> **TASK STATEMENT**: Please write out all of the records below exactly as they appear.

(Collected data)
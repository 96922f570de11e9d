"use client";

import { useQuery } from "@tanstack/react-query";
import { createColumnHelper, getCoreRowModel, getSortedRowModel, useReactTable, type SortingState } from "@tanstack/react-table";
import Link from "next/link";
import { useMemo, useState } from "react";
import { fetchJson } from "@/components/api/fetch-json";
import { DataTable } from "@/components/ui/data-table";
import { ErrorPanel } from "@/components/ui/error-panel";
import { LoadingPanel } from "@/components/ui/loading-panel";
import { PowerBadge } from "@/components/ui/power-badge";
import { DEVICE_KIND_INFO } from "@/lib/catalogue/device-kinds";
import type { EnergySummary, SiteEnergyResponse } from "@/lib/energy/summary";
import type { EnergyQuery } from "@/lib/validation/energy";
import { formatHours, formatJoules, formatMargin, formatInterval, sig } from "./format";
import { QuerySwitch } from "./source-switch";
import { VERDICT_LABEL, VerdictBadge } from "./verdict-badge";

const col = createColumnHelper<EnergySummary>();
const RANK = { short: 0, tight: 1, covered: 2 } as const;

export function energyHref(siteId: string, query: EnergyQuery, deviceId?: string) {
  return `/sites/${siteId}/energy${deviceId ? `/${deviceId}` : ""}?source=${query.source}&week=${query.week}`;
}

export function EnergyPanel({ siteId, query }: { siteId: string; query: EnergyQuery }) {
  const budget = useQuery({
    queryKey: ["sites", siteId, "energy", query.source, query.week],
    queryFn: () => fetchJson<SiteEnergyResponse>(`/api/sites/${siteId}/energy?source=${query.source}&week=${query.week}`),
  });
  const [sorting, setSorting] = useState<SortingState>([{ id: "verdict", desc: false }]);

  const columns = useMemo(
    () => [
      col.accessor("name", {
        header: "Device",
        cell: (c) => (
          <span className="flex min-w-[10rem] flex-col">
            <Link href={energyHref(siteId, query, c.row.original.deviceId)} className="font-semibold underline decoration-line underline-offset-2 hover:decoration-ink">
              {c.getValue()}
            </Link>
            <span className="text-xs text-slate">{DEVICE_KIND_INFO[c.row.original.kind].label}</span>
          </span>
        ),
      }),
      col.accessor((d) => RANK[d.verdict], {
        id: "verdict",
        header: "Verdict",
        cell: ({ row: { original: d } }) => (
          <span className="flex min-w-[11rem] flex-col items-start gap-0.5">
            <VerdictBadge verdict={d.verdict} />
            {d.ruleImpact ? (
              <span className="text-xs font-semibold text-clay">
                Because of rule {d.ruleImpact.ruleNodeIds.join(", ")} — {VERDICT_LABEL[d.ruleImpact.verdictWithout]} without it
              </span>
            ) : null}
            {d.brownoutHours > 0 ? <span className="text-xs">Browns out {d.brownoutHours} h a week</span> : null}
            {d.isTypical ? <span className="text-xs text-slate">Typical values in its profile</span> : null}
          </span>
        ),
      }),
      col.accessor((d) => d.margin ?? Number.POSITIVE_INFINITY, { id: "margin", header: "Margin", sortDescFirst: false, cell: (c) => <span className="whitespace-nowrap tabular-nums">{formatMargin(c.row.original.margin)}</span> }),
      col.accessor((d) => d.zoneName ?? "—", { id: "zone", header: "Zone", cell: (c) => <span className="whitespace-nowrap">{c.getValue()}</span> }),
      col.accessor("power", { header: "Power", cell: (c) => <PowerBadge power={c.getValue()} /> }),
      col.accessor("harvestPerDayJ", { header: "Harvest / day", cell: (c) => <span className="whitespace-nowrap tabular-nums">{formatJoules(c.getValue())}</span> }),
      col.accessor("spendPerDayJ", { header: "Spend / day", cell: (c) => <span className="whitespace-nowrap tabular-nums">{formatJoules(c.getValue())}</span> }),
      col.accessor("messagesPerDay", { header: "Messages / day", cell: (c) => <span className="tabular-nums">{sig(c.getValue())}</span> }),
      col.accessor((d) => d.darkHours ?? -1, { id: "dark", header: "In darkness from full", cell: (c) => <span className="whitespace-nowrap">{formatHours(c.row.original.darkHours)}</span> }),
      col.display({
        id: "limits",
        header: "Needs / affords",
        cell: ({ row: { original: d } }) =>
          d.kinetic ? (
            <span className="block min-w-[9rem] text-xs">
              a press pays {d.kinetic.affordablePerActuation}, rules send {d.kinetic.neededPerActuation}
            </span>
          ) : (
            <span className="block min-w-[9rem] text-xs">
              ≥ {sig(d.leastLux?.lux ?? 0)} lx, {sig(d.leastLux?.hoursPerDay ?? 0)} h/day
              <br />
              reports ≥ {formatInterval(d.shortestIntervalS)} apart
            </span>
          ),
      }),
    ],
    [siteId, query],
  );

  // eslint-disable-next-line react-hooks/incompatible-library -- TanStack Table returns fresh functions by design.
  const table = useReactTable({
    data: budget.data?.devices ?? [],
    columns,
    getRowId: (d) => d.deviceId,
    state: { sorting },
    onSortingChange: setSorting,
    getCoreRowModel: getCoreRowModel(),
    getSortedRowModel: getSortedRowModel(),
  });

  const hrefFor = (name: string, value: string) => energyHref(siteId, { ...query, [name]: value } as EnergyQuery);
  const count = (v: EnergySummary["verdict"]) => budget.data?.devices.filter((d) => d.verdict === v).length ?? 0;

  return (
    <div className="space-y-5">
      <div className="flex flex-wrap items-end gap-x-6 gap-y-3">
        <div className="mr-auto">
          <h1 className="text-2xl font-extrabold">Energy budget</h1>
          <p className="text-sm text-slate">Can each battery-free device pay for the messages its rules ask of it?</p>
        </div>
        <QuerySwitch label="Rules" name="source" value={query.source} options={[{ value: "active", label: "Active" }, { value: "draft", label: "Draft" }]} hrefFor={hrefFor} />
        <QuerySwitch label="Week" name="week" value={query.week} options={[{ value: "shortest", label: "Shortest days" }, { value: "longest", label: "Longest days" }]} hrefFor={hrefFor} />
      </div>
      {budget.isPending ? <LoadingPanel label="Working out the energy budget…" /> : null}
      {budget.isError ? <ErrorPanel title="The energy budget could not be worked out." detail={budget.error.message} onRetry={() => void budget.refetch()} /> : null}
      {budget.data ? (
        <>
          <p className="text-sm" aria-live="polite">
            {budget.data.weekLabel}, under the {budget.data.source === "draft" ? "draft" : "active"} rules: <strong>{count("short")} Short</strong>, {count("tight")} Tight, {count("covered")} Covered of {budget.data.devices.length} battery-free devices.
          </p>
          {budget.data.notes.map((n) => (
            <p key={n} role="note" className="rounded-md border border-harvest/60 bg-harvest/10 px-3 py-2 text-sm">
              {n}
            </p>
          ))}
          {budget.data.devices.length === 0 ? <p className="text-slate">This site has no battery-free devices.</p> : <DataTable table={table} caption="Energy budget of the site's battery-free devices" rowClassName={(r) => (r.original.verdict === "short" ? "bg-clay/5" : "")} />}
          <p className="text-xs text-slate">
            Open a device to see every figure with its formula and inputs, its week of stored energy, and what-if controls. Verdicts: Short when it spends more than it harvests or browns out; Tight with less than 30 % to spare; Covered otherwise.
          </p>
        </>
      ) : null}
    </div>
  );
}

> **ANSWER SECTION**:
repository 96922f570de11e9d
"use client";

import { useQuery } from "@tanstack/react-query";
import { createColumnHelper, getCoreRowModel, getSortedRowModel, useReactTable, type SortingState } from "@tanstack/react-table";
import Link from "next/link";
import { useMemo, useState } from "react";
import { fetchJson } from "@/components/api/fetch-json";
import { DataTable } from "@/components/ui/data-table";
import { ErrorPanel } from "@/components/ui/error-panel";
import { LoadingPanel } from "@/components/ui/loading-panel";
import { PowerBadge } from "@/components/ui/power-badge";
import { DEVICE_KIND_INFO } from "@/lib/catalogue/device-kinds";
import type { EnergySummary, SiteEnergyResponse } from "@/lib/energy/summary";
import type { EnergyQuery } from "@/lib/validation/energy";
import { formatHours, formatJoules, formatMargin, formatInterval, sig } from "./format";
import { QuerySwitch } from "./source-switch";
import { VERDICT_LABEL, VerdictBadge } from "./verdict-badge";

const col = createColumnHelper<EnergySummary>();
const RANK = { short: 0, tight: 1, covered: 2 } as const;

export function energyHref(siteId: string, query: EnergyQuery, deviceId?: string) {
  return `/sites/${siteId}/energy${deviceId ? `/${deviceId}` : ""}?source=${query.source}&week=${query.week}`;
}

export function EnergyPanel({ siteId, query }: { siteId: string; query: EnergyQuery }) {
  const budget = useQuery({
    queryKey: ["sites", siteId, "energy", query.source, query.week],
    queryFn: () => fetchJson<SiteEnergyResponse>(`/api/sites/${siteId}/energy?source=${query.source}&week=${query.week}`),
  });
  const [sorting, setSorting] = useState<SortingState>([{ id: "verdict", desc: false }]);

  const columns = useMemo(
    () => [
      col.accessor("name", {
        header: "Device",
        cell: (c) => (
          <span className="flex min-w-[10rem] flex-col">
            <Link href={energyHref(siteId, query, c.row.original.deviceId)} className="font-semibold underline decoration-line underline-offset-2 hover:decoration-ink">
              {c.getValue()}
            </Link>
            <span className="text-xs text-slate">{DEVICE_KIND_INFO[c.row.original.kind].label}</span>
          </span>
        ),
      }),
      col.accessor((d) => RANK[d.verdict], {
        id: "verdict",
        header: "Verdict",
        cell: ({ row: { original: d } }) => (
          <span className="flex min-w-[11rem] flex-col items-start gap-0.5">
            <VerdictBadge verdict={d.verdict} />
            {d.ruleImpact ? (
              <span className="text-xs font-semibold text-clay">
                Because of rule {d.ruleImpact.ruleNodeIds.join(", ")} — {VERDICT_LABEL[d.ruleImpact.verdictWithout]} without it
              </span>
            ) : null}
            {d.brownoutHours > 0 ? <span className="text-xs">Browns out {d.brownoutHours} h a week</span> : null}
            {d.isTypical ? <span className="text-xs text-slate">Typical values in its profile</span> : null}
          </span>
        ),
      }),
      col.accessor((d) => d.margin ?? Number.POSITIVE_INFINITY, { id: "margin", header: "Margin", sortDescFirst: false, cell: (c) => <span className="whitespace-nowrap tabular-nums">{formatMargin(c.row.original.margin)}</span> }),
      col.accessor((d) => d.zoneName ?? "—", { id: "zone", header: "Zone", cell: (c) => <span className="whitespace-nowrap">{c.getValue()}</span> }),
      col.accessor("power", { header: "Power", cell: (c) => <PowerBadge power={c.getValue()} /> }),
      col.accessor("harvestPerDayJ", { header: "Harvest / day", cell: (c) => <span className="whitespace-nowrap tabular-nums">{formatJoules(c.getValue())}</span> }),
      col.accessor("spendPerDayJ", { header: "Spend / day", cell: (c) => <span className="whitespace-nowrap tabular-nums">{formatJoules(c.getValue())}</span> }),
      col.accessor("messagesPerDay", { header: "Messages / day", cell: (c) => <span className="tabular-nums">{sig(c.getValue())}</span> }),
      col.accessor((d) => d.darkHours ?? -1, { id: "dark", header: "In darkness from full", cell: (c) => <span className="whitespace-nowrap">{formatHours(c.row.original.darkHours)}</span> }),
      col.display({
        id: "limits",
        header: "Needs / affords",
        cell: ({ row: { original: d } }) =>
          d.kinetic ? (
            <span className="block min-w-[9rem] text-xs">
              a press pays {d.kinetic.affordablePerActuation}, rules send {d.kinetic.neededPerActuation}
            </span>
          ) : (
            <span className="block min-w-[9rem] text-xs">
              ≥ {sig(d.leastLux?.lux ?? 0)} lx, {sig(d.leastLux?.hoursPerDay ?? 0)} h/day
              <br />
              reports ≥ {formatInterval(d.shortestIntervalS)} apart
            </span>
          ),
      }),
    ],
    [siteId, query],
  );

  // eslint-disable-next-line react-hooks/incompatible-library -- TanStack Table returns fresh functions by design.
  const table = useReactTable({
    data: budget.data?.devices ?? [],
    columns,
    getRowId: (d) => d.deviceId,
    state: { sorting },
    onSortingChange: setSorting,
    getCoreRowModel: getCoreRowModel(),
    getSortedRowModel: getSortedRowModel(),
  });

  const hrefFor = (name: string, value: string) => energyHref(siteId, { ...query, [name]: value } as EnergyQuery);
  const count = (v: EnergySummary["verdict"]) => budget.data?.devices.filter((d) => d.verdict === v).length ?? 0;

  return (
    <div className="space-y-5">
      <div className="flex flex-wrap items-end gap-x-6 gap-y-3">
        <div className="mr-auto">
          <h1 className="text-2xl font-extrabold">Energy budget</h1>
          <p className="text-sm text-slate">Can each battery-free device pay for the messages its rules ask of it?</p>
        </div>
        <QuerySwitch label="Rules" name="source" value={query.source} options={[{ value: "active", label: "Active" }, { value: "draft", label: "Draft" }]} hrefFor={hrefFor} />
        <QuerySwitch label="Week" name="week" value={query.week} options={[{ value: "shortest", label: "Shortest days" }, { value: "longest", label: "Longest days" }]} hrefFor={hrefFor} />
      </div>
      {budget.isPending ? <LoadingPanel label="Working out the energy budget…" /> : null}
      {budget.isError ? <ErrorPanel title="The energy budget could not be worked out." detail={budget.error.message} onRetry={() => void budget.refetch()} /> : null}
      {budget.data ? (
        <>
          <p className="text-sm" aria-live="polite">
            {budget.data.weekLabel}, under the {budget.data.source === "draft" ? "draft" : "active"} rules: <strong>{count("short")} Short</strong>, {count("tight")} Tight, {count("covered")} Covered of {budget.data.devices.length} battery-free devices.
          </p>
          {budget.data.notes.map((n) => (
            <p key={n} role="note" className="rounded-md border border-harvest/60 bg-harvest/10 px-3 py-2 text-sm">
              {n}
            </p>
          ))}
          {budget.data.devices.length === 0 ? <p className="text-slate">This site has no battery-free devices.</p> : <DataTable table={table} caption="Energy budget of the site's battery-free devices" rowClassName={(r) => (r.original.verdict === "short" ? "bg-clay/5" : "")} />}
          <p className="text-xs text-slate">
            Open a device to see every figure with its formula and inputs, its week of stored energy, and what-if controls. Verdicts: Short when it spends more than it harvests or browns out; Tight with less than 30 % to spare; Covered otherwise.
          </p>
        </>
      ) : null}
    </div>
  );
}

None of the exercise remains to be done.